What needs to be done: Output each entry in full so that the result matches the data exactly.

-------------------------

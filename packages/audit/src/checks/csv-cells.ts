export type CsvLine = { line: number; cells: string[] };

/**
 * The cells of a CSV text by RFC 4180, strictly as this archive's tables are written: CRLF line
 * ends, quotes only around a whole field. Own code because the reader of posted tables needs Node's
 * Buffer, and this check runs in browsers.
 *
 * @returns each record with the line on which it begins, or what breaks the form
 */
export function readCells(text: string): CsvLine[] | string {
  const records: CsvLine[] = [];
  const field = /("(?:[^"]|"")*"|[^",\r\n]*)(,|\r\n)/y;
  let line = 1;
  let record: CsvLine = { line, cells: [] };
  while (field.lastIndex < text.length) {
    const match = field.exec(text);
    if (match === null) return `line ${line}: found a field or a line end that is not RFC 4180`;
    const [whole, raw, end] = match as unknown as [string, string, string];
    record.cells.push(raw.startsWith('"') ? raw.slice(1, -1).replaceAll('""', '"') : raw);
    line += whole.split("\n").length - 1;
    if (end === ",") continue;
    records.push(record);
    record = { line, cells: [] };
  }
  return record.cells.length === 0 ? records : `line ${line}: found no line end`;
}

-------------------------

Exercise response:
filename packages/audit/src/checks/csv-cells.ts
export type CsvLine = { line: number; cells: string[] };

/**
 * The cells of a CSV text by RFC 4180, strictly as this archive's tables are written: CRLF line
 * ends, quotes only around a whole field. Own code because the reader of posted tables needs Node's
 * Buffer, and this check runs in browsers.
 *
 * @returns each record with the line on which it begins, or what breaks the form
 */
export function readCells(text: string): CsvLine[] | string {
  const records: CsvLine[] = [];
  const field = /("(?:[^"]|"")*"|[^",\r\n]*)(,|\r\n)/y;
  let line = 1;
  let record: CsvLine = { line, cells: [] };
  while (field.lastIndex < text.length) {
    const match = field.exec(text);
    if (match === null) return `line ${line}: found a field or a line end that is not RFC 4180`;
    const [whole, raw, end] = match as unknown as [string, string, string];
    record.cells.push(raw.startsWith('"') ? raw.slice(1, -1).replaceAll('""', '"') : raw);
    line += whole.split("\n").length - 1;
    if (end === ",") continue;
    records.push(record);
    record = { line, cells: [] };
  }
  return record.cells.length === 0 ? records : `line ${line}: found no line end`;
}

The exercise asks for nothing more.